Process all data for export.

subject_metadata(self, fpath, spath)[source]

Collect all subjects metadata.

Parameters:
fpath : str

The directory path of all participant data.

spath : str

The directory path of all participant data.

Returns:
df : ndarray

Pandas dataframe of subject metadata.

variables(self, df)[source]

Output list of variables for easy html viewing.

Parameters:
df : pandas.DataFrame

Pandas dataframe of raw data. This is used as a filter to prevent unused participants from being included in the data.

path : str

The directory path save and read the hdf5 dataframe.

Returns:
df_definitions : pandas.DataFrame
class imhr.Webgazer.raw(is_library=False)[source]

Bases: object

processing summary data for output

Methods

download(self, l_exp, log_path, save_path, …) Download raw data for use in analysis.
library(self) Check if required libraries are available.
download(self, l_exp, log_path, save_path, hostname, username, password)[source]

Download raw data for use in analysis.

Parameters:
l_exp : str

The list of experiments to pull data from.

log_path : str

The directory path to save the log of participant data downloaded.

save_path : str

The directory path to save paticipant data.

hostname : str

SSH hostname.

username : str

SSH username.

password : str

SSH password.

library(self)[source]

Check if required libraries are available.

class imhr.Webgazer.redcap[source]

Bases: object

Downloading data from REDCap.

Methods

cesd(path, filename, token, url, report_id) Download CES-D data for use in analysis.
demographics(path, filename, token, url, …) Download demographics data for use in analysis.
mmpi(path, filename, token, url, report_id) Download MMPI data for use in analysis.
classmethod cesd(path, filename, token, url, report_id)[source]
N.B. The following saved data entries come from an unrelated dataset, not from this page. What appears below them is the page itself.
@pytest.mark.parametrize("content, match", [
    ("not json", "not valid UTF-8 JSON"),
    ('{"label": "x"}', "has no field 'unitary'"),
    ("[[[1, 0], [0, 0]], [[0, 0], [0.5, 0]]]", "is not unitary"),
    ("[[[1, 0], [0, 0]]]", "row 0 must be a list of 1"),
    ("[[[1, 0]]]", "dimension 2, 4 or 8"),
    ('[[[1, 0], "a"], [[0, 0], [1, 0]]]', "row 0 column 1 must be a pair"),
    ("[[[1, 0], [0, 0]], [[0, 0], [true, 0]]]", "row 1 column 1 must be a pair"),
    ("[[[1, 0], [0, 0]], [[0, 0], [NaN, 0]]]", "NaN or inf"),
    ("[]", "non-empty list of rows"),
    ('{"unitary": [[[1, 0], [0, 0]], [[0, 0], [1, 0]]], "label": 5}', "'label' must be a string"),
])
def test_from_file_json_errors(tmp_path: Path, content: str, match: str) -> None:
    f = tmp_path / "bad.json"
    f.write_text(content)
    with pytest.raises(DataError, match=match) as info:
        InterleavedGate.from_file(f)
    assert str(f) in str(info.value)


def test_from_file_npy_errors(tmp_path: Path) -> None:
    cases = {
        "obj.npy": lambda p: np.save(p, np.array([{"a": 1}], dtype=object), allow_pickle=True),
        "str.npy": lambda p: np.save(p, np.array([["a", "b"], ["c", "d"]])),
        "rect.npy": lambda p: np.save(p, np.zeros((2, 3))),
        "nonu.npy": lambda p: np.save(p, np.ones((2, 2))),
        "junk.npy": lambda p: p.write_bytes(b"\x93NUMPY garbage"),
    }
    for name, write in cases.items():
        write(tmp_path / name)
        with pytest.raises(DataError, match=name):
            InterleavedGate.from_file(tmp_path / name)
    with pytest.raises(DataError, match="does not exist"):
        InterleavedGate.from_file(tmp_path / "missing.npy")
    (tmp_path / "big.json").write_bytes(b" " * (2**20 + 1))
    with pytest.raises(DataError, match="larger than 1 MiB"):
        InterleavedGate.from_file(tmp_path / "big.json")
    (tmp_path / "g.txt").write_text("1 0 0 1")
    with pytest.raises(DataError, match="unsupported file type"):
        InterleavedGate.from_file(tmp_path / "g.txt")
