@dataclass(frozen=True, eq=False)
class Plan:
    """An experiment plan: every sequence to run, with its Cliffords and the interleaved gate.

    Conventions are in the module docstring: a reference sequence runs ``U = C_m ... C_1`` on
    ``|0...0>``, an interleaved one ``U = G C_m ... G C_1``; every qubit is measured.

    Attributes
    ----------
    n_qubits : int
        Number of qubits (1..3).
    shots : int
        Shots per sequence (1 .. 10**9).
    seed : int
        Seed of ``numpy.random.default_rng`` the Cliffords were drawn with (0 .. 2**63 - 1).
    blocks : tuple of SequenceBlock
        Non-empty; at most one block per (kind, length); sequence ids unique across blocks.
        :func:`make_plan` orders them reference first, then interleaved, each by length.
    interleave : InterleavedGate or None
        The gate ``G`` of the interleaved blocks; required iff there is an interleaved block.

    Examples
    --------
    >>> from robusttomo.plan import make_plan
    >>> plan = make_plan(n_qubits=1, lengths=[1, 2, 4], sequences=3, seed=7)
    >>> plan.n_sequences, plan.sequence_unitaries(0).shape
    (9, (3, 2, 2))
    """

    n_qubits: int
    shots: int
    seed: int
    blocks: tuple[SequenceBlock, ...]
    interleave: InterleavedGate | None = None

    def __post_init__(self) -> None:
        n = _pauli.check_n_qubits(self.n_qubits)
        object.__setattr__(self, "n_qubits", n)
        object.__setattr__(self, "shots", _check_int(self.shots, "shots", low=1, high=_MAX_SHOTS))
        object.__setattr__(self, "seed", _check_int(self.seed, "seed", low=0, high=2**63 - 1))
        if not isinstance(self.blocks, (tuple, list)) or not self.blocks:
            raise ValueError("'blocks' must be a non-empty tuple of SequenceBlock")
        blocks = tuple(self.blocks)
        if not all(isinstance(b, SequenceBlock) for b in blocks):
            raise TypeError("'blocks' must contain SequenceBlock objects only")
        object.__setattr__(self, "blocks", blocks)
        keys = [(b.kind, b.length) for b in blocks]
        if len(set(keys)) != len(keys):
            dup = next(k for k in keys if keys.count(k) > 1)
            raise ValueError(f"'blocks' has two {dup[0].value} blocks of length {dup[1]}; merge them")
        order = _clifford.clifford_group_order(n)
        total = 0
        for i, b in enumerate(blocks):
            hi = int(b.cliffords.max())
            if hi >= order:
                raise ValueError(f"block {i}: Clifford index {hi} is out of range for {n} qubit(s) "
                                 f"(group order {order})")
            total += b.cliffords.size
        if total > _MAX_CLIFFORDS:
            raise ValueError(f"plan holds {total} Clifford indices; at most {_MAX_CLIFFORDS} are supported; "
                             "use fewer or shorter sequences")
        spans = sorted((b.first_id, b.first_id + b.n_sequences) for b in blocks)
        for (_, end), (start, _) in zip(spans, spans[1:]):
            if start < end:
                raise ValueError("sequence ids of the blocks overlap; give every block its own id range "
                                 "(first_id)")
        g = self.interleave
        has_int = any(b.kind is SequenceKind.INTERLEAVED for b in blocks)
        if g is not None and not isinstance(g, InterleavedGate):
            raise TypeError(f"'interleave' must be an InterleavedGate or None; got {type(g).__name__}")
        if has_int and g is None:
            raise ValueError("plan has interleaved blocks but no 'interleave' gate")
        if g is not None and not has_int:
            raise ValueError("plan has an 'interleave' gate but no interleaved block")
        if g is not None and g.n_qubits != n:
            raise ValueError(f"'interleave' acts on {g.n_qubits} qubit(s) but the plan has {n}")

    # ---- views ---------------------------------------------------------------------------
    @property
    def dim(self) -> int:
        """Hilbert-space dimension ``d = 2**n_qubits``."""
        return 2**self.n_qubits

    @property
    def lengths(self) -> dict[SequenceKind, tuple[int, ...]]:
        """Sequence lengths present, per kind (sorted); only kinds present are keys."""
        out: dict[SequenceKind, list[int]] = {}
        for b in self.blocks:
            out.setdefault(b.kind, []).append(b.length)
        return {k: tuple(sorted(v)) for k, v in out.items()}

    @property
    def n_sequences(self) -> int:
        """Total number of sequences over all blocks."""
        return sum(b.n_sequences for b in self.blocks)

    @functools.cached_property
    def sequence_ids(self) -> np.ndarray:
        """All sequence ids in block order, shape ``(n_sequences,)``, int64, read-only."""
        ids = np.concatenate([b.sequence_ids for b in self.blocks])
        ids.setflags(write=False)
        return ids

    @functools.cached_property
    def fingerprint(self) -> str:
        """SHA-256 hex digest of the canonical content.

        Covers the schema kind and version, :data:`CONVENTION`, ``n_qubits``, ``shots``,
        ``seed``, every block (kind, length, first_id, Clifford indices) and the interleaved gate
        (label, name, qubits, unitary).  Not covered: the package version and the compiled
        circuits (derived from the indices; checked against them on load).
        """
        parts: list[object] = [_KIND, 1, CONVENTION, self.n_qubits, self.shots, self.seed, len(self.blocks)]
        for b in self.blocks:
            parts += [b.kind.value, b.length, b.first_id, b.cliffords.astype("<i8")]
        g = self.interleave
        if g is None:
            parts.append("no-interleave")
        else:
            parts += ["interleave", g.label, g.name or "", np.array(g.qubits or (), dtype="<i8"),
                      g.unitary.astype("<c16")]
        return _io.fingerprint(*parts)

    def block_index(self, kind: SequenceKind | str, length: int) -> int:
        """Position in :attr:`blocks` of the block of ``kind`` and ``length``.

        Raises
        ------
        ValueError
            If the plan has no such block (the message lists the lengths it has).
        """
        k = _as_kind(kind)
        for i, b in enumerate(self.blocks):
            if b.kind is k and b.length == length:
                return i
        have = list(self.lengths.get(k, ()))
        raise ValueError(f"plan has no {k.value} block of length {length!r}; its {k.value} lengths are {have}")

    def block(self, kind: SequenceKind | str, length: int) -> SequenceBlock:
        """The block of ``kind`` (a :class:`SequenceKind` or its value) and ``length``."""
        return self.blocks[self.block_index(kind, length)]

    def locate(self, sequence_id: int) -> tuple[int, int]:
        """``(block index, row)`` of a sequence id; ValueError if the plan has no such id."""
        sid = _check_int(sequence_id, "sequence_id", low=0)
        for i, b in enumerate(self.blocks):
            if b.first_id <= sid < b.first_id + b.n_sequences:
                return i, sid - b.first_id
        raise ValueError(f"plan has no sequence with id {sid}")

    def sequence_unitaries(self, block_index: int) -> np.ndarray:
        """Ideal total unitary of every sequence of one block.

        Parameters
        ----------
        block_index : int
            Position in :attr:`blocks`.

        Returns
        -------
        ndarray, shape (K, d, d), complex128
            ``U[k] = C_m ... C_1`` for a reference block and ``G C_m ... G C_1`` for an
            interleaved one, with ``C_j = Clifford.from_index(n, cliffords[k, j - 1]).unitary()``
            and qubit 0 the leftmost tensor factor.  The global phase is that of the Clifford
            module's unitaries (physically irrelevant).
        """
        i = _check_int(block_index, "block_index", low=0, high=len(self.blocks) - 1)
        b = self.blocks[i]
        uniq, inv = np.unique(b.cliffords, return_inverse=True)
        inv = inv.reshape(b.cliffords.shape)
        cu = np.asarray(_clifford.clifford_unitaries(self.n_qubits, uniq), dtype=complex)
        out = np.broadcast_to(np.eye(self.dim, dtype=complex), (b.n_sequences, self.dim, self.dim)).copy()
        g = self.interleave.unitary if b.kind is SequenceKind.INTERLEAVED and self.interleave else None
        for j in range(b.length):
            out = cu[inv[:, j]] @ out
            if g is not None:
                out = g @ out
        return out

    def __eq__(self, other: object) -> bool:
        if not isinstance(other, Plan):
            return NotImplemented
        return self.fingerprint == other.fingerprint

    def __hash__(self) -> int:
        return hash(self.fingerprint)

    def __repr__(self) -> str:
        blocks = ", ".join(f"{b.kind.value} m={b.length} x{b.n_sequences}" for b in self.blocks)
        g = f", interleave={self.interleave.label!r}" if self.interleave else ""
        return (f"Plan(n_qubits={self.n_qubits}, shots={self.shots}, seed={self.seed}, "
                f"blocks=[{blocks}]{g}, fingerprint={self.fingerprint[:12]}...)")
Download CES-D data for use in analysis.

Parameters:
path : str

Path to save data.

token : str

API token to REDCap project.

url : str

API URL to REDCap server.

report_id : int

Name of report to export.

payload : dict or None

Parameters for type of download from REDCap.

classmethod demographics(path, filename, token, url, report_id, payload=None)[source]

Download demographics data for use in analysis.

Parameters:
path : str

Path to save data.

token : str

API token to REDCap project.

url : str

API URL to REDCap server.

report_id : int

Name of report to export.

payload : dict or None

Parameters for type of download from REDCap.

Notes

color = [‘Light Gray’, ‘Gray’, ‘Light Blue’, ‘Blue’ ‘Violet’, ‘Blue-Green’, ‘Green’, ‘Amber’,
‘Hazel’, ‘Light Brown’, ‘Dark Brown’, ‘Black’, ‘Other’]
classmethod mmpi(path, filename, token, url, report_id, payload=None)[source]

Download MMPI data for use in analysis.

Parameters:
path : str

Path to save data.

token : str

API token to REDCap project.

url : str

API URL to REDCap server.

report_id : int

Name of report to export.

payload : dict or None

Parameters for type of download from REDCap.